▶ _What is being asked_: Would you reproduce, without any alteration, the lines from the opening line of the entries through the line that has "times the radius." in it?

(Data records)

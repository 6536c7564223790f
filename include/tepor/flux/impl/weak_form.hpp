#pragma once
// Cell by cell from differences of nodal values: the level of the temperature costs no digits.

#include <algorithm>
#include <cmath>
#include <tepor/flux/flux_load.hpp>
#include <tepor/flux/impl/loads.hpp>
#include <tepor/flux/weak_form.hpp>

namespace tepor {

namespace detail {

/// Integral of k grad T . grad z over a cell, in r-z times the radius.
inline double conduction_product(const FluxProblem& problem, Index c, const double* temperature,
                                 const double* z) noexcept {
    const MeshData& mesh = *problem.mesh;
    const Id* node = mesh.cell(c);
    const Id* dof = problem.dof.data() + as_size(c) * as_size(mesh.nodes_per_cell);
    const Point a = mesh.nodes[as_size(node[0])];
    const Point t1 = stretched(problem, as_id(c), mesh.nodes[as_size(node[1])] - a);
    const Point t2 = stretched(problem, as_id(c), mesh.nodes[as_size(node[2])] - a);
    const double j = cross(t1, t2);
    double u[6] = {}, v[6] = {};
    for (int i = 1; i < mesh.nodes_per_cell; ++i) {
        u[i] = temperature[dof[i]] - temperature[dof[0]];
        v[i] = z[dof[i]] - z[dof[0]];
    }
    const double gxx = dot(t1, t1), gxy = dot(t1, t2), gyy = dot(t2, t2);
    const double k = problem.conductivity[as_size(c)];
    // reference gradients (p, q): k/J (gyy p p' - gxy (p q' + q p') + gxx q q') per reference area
    const auto product = [&](double p, double q, double r, double s) {
        return gyy * p * r - gxy * (p * s + q * r) + gxx * q * s;
    };
    if (mesh.order == 1) {
        double radius = 1.0;
        if (mesh.frame.power() > 0) {
            radius = 0.0;
            for (int i = 0; i < 3; ++i) radius += mesh.nodes[as_size(node[i])].x / 3.0;
        }
        return 0.5 * radius * k / j * product(u[1], u[2], v[1], v[2]);
    }
    double sum = 0.0; // gradients are linear: the middles of the sides integrate their product exactly
    for (const auto& middle : {std::pair{0.5, 0.0}, std::pair{0.5, 0.5}, std::pair{0.0, 0.5}}) {
        const double x = middle.first;
        const double y = middle.second;
        const double l = 1.0 - x - y;
        const auto gx = [&](const double* w) {
            return (4 * x - 1) * w[1] + 4 * (l - x) * w[3] + 4 * y * w[4] - 4 * y * w[5];
        };
        const auto gy = [&](const double* w) {
            return (4 * y - 1) * w[2] + 4 * (l - y) * w[5] + 4 * x * w[4] - 4 * x * w[3];
        };
        sum += product(gx(u), gy(u), gx(v), gy(v));
    }
    return sum * k / (6.0 * j);
}

/// Integral of the product of two functions along a side in 1 direction, from their start, middle and end (r0, r1: radii).
inline double side_product(const std::array<double, 3>& a, const std::array<double, 3>& b, double r0, double r1,
                           double length) noexcept {
    if (r0 == 1.0 && r1 == 1.0) // quadratics: exact
        return length / 30.0 *
               (4.0 * (a[0] * b[0] + a[2] * b[2]) + 16.0 * a[1] * b[1] +
                2.0 * (a[1] * (b[0] + b[2]) + b[1] * (a[0] + a[2])) - (a[0] * b[2] + a[2] * b[0]));
    return length / 12.0 * // linear functions times the radius
           (a[0] * b[0] * (3.0 * r0 + r1) + (a[0] * b[2] + a[2] * b[0]) * (r0 + r1) + a[2] * b[2] * (r0 + 3.0 * r1));
}

} // namespace detail

TEPOR_INLINE Summed weak_form(const FluxProblem& problem, const double* temperature, const double* z) {
    using namespace detail;
    const MeshData& mesh = *problem.mesh;
    Summed sum;
    const Id last = problem.dof.empty() ? 0 : *std::max_element(problem.dof.begin(), problem.dof.end());
    const std::vector<double> load = flux_load(problem, last + 1);
    for (std::size_t i = 0; i < load.size(); ++i) sum.add(load[i] * z[i]);
    for (Index c = 0; c < mesh.cell_count(); ++c) {
        const double sink = problem.sink.empty() ? 0.0 : problem.sink[as_size(c)];
        const Id* dof = problem.dof.data() + as_size(c) * as_size(mesh.nodes_per_cell);
        if (mesh.dim == 1) {
            const LineCell first(problem, temperature, c), second(problem, z, c);
            first.points([&](double w, double x, double rn) {
                double t = 0.0, v = 0.0, ts = 0.0, vs = 0.0;
                first.temperature(x, t, ts);
                second.temperature(x, v, vs);
                sum.add(-w * rn * first.k * ts * vs);
                if (sink != 0.0) sum.add(-w * rn * sink * t * v);
            });
            continue;
        }
        sum.add(-conduction_product(problem, c, temperature, z));
        if (sink == 0.0) continue;
        const double area = triangle_area(mesh, c);
        if (mesh.order == 1) {
            double t = 0.0, v = 0.0, tv = 0.0;
            for (int i = 0; i < 3; ++i) t += temperature[dof[i]], v += z[dof[i]], tv += temperature[dof[i]] * z[dof[i]];
            sum.add(-sink * area / 12.0 * (t * v + tv));
        } else {
            const PairTables& tables = pair_tables();
            for (int i = 0; i < 6; ++i)
                for (int l = 0; l < 6; ++l) sum.add(-sink * area * tables.mass[i][l] * temperature[dof[i]] * z[dof[l]]);
        }
    }
    for (const FluxSide& side : problem.sides) {
        if (side.kind == SideKind::fixed || side.film == 0.0) continue;
        if (mesh.dim == 1) {
            const auto at = [&](const double* w, CellSide where) {
                return w[problem.dof[as_size(where.cell) * as_size(mesh.nodes_per_cell) + as_size(where.side)]];
            };
            double t = at(temperature, side.side);
            if (side.kind == SideKind::contact) t -= at(temperature, problem.sides[as_size(side.partner)].side);
            const double area =
                radius_power(mesh.frame.power(), mesh.nodes[as_size(mesh.cell(side.side.cell)[side.side.side])].x);
            sum.add(-area * side.film * t * at(z, side.side));
            continue;
        }
        double r0 = 1.0, r1 = 1.0;
        const double length = side_length(mesh, side.side, r0, r1);
        auto t = values_along(problem, temperature, side.side);
        if (side.kind == SideKind::contact) {
            const auto other = values_along(problem, temperature, problem.sides[as_size(side.partner)].side);
            for (std::size_t n = 0; n < 3; ++n) t[n] -= other[2 - n];
        }
        sum.add(-side.film * side_product(t, values_along(problem, z, side.side), r0, r1, length));
    }
    return sum;
}

TEPOR_INLINE double conduction_energy(const FluxProblem& problem, const double* temperature) {
    using namespace detail;
    double sum = 0.0;
    for (Index c = 0; c < problem.mesh->cell_count(); ++c) {
        if (problem.mesh->dim == 2) {
            sum += conduction_product(problem, c, temperature, temperature);
            continue;
        }
        const LineCell cell(problem, temperature, c);
        cell.points([&](double w, double x, double rn) {
            double value = 0.0, slope = 0.0;
            cell.temperature(x, value, slope);
            sum += w * rn * cell.k * slope * slope;
        });
    }
    return sum;
}

} // namespace tepor
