#pragma once
// A linearised steady state: the engine with the converged slope, and solves with it and its transpose.

#include <cmath>
#include <memory>
#include <tepor/base/text.hpp>
#include <tepor/field/field.hpp>
#include <tepor/solve/engine.hpp>

namespace tepor::detail {

/// Borrows the factor of a steady field's slope, or makes it, and gives it back.
class Linearised {
  public:
    explicit Linearised(const Field& field, Purpose purpose = Purpose::one_solve)
        : field_(field), model_(field.model()) {
        if (!field.storage().empty() || field.time() != 0.0)
            throw Error(ErrorCode::not_supported, "",
                        text("the field is one of a march at ", field.time(),
                             " s; derivatives of a steady field are asked here, those of a march of the march itself"));
        pool_ = std::dynamic_pointer_cast<EnginePool>(field.store());
        key_ = matrix_key(model_, field.values());
        engine_ = pool_ ? pool_->borrow(field.shared_model(), key_) : std::make_unique<Engine>(field.shared_model());
        if (!model_.nonlinear && engine_->key == key_) return;
        engine_->key.clear();
        Pass pass;
        pass.T = field.temperature().data();
        pass.residual = engine_->residual.data();
        pass.matrix = &engine_->matrix;
        assemble(model_, field.values(), engine_->work, pass);
        if (pass.fault) raise(pass.fault);
        if (!engine_->factor(purpose)) {
            const Id u = engine_->singular_unknown();
            const Point p = u >= 0 ? model_.places[as_size(u)] : Point{};
            throw Error(ErrorCode::singular, "",
                        text("the slope of the steady state has no inverse near (", p.x, ", ", p.y,
                             "); at a turning point there is no derivative"));
        }
        if (!model_.nonlinear) engine_->key = key_;
    }
    Linearised(const Linearised&) = delete;
    Linearised& operator=(const Linearised&) = delete;
    ~Linearised() {
        if (pool_) pool_->give_back(std::move(engine_));
    }

    [[nodiscard]] const Model& model() const noexcept { return model_; }
    [[nodiscard]] const Field& field() const noexcept { return field_; }
    [[nodiscard]] Workspace& work() noexcept { return engine_->work; }
    [[nodiscard]] Engine& engine() noexcept { return *engine_; }

    /// b := A^-1 b or A^-T b on the free unknowns.
    void solve(double* b, bool transposed) {
        double sum = 0.0;
        for (Index u = 0; u < model_.free; ++u) sum += std::abs(b[u]);
        if (sum == 0.0) return;
        const double limit = 1e-13 * sum;
        if (!(transposed ? engine_->solve_transposed(b, limit) : engine_->solve(b, limit)))
            throw Error(ErrorCode::not_converged, "",
                        "the linear solve for derivatives stalled; check values and units");
    }

    /// y := A^T x or A x over all unknowns.
    void multiply_all(const double* x, double* y, bool transposed) const {
        if (transposed)
            multiply_transposed(engine_->matrix, model_.unknowns, x, y);
        else
            multiply(engine_->matrix, model_.unknowns, x, y);
    }

  private:
    const Field& field_;
    const Model& model_;
    std::shared_ptr<EnginePool> pool_;
    std::vector<double> key_;
    std::unique_ptr<Engine> engine_;
};

} // namespace tepor::detail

▶ _Output for this exercise_:
repository 6536c7564223790f
filename include/tepor/flux/impl/weak_form.hpp
#pragma once
// Cell by cell from differences of nodal values: the level of the temperature costs no digits.

#include <algorithm>
#include <cmath>
#include <tepor/flux/flux_load.hpp>
#include <tepor/flux/impl/loads.hpp>
#include <tepor/flux/weak_form.hpp>

namespace tepor {

namespace detail {

/// Integral of k grad T . grad z over a cell, in r-z times the radius.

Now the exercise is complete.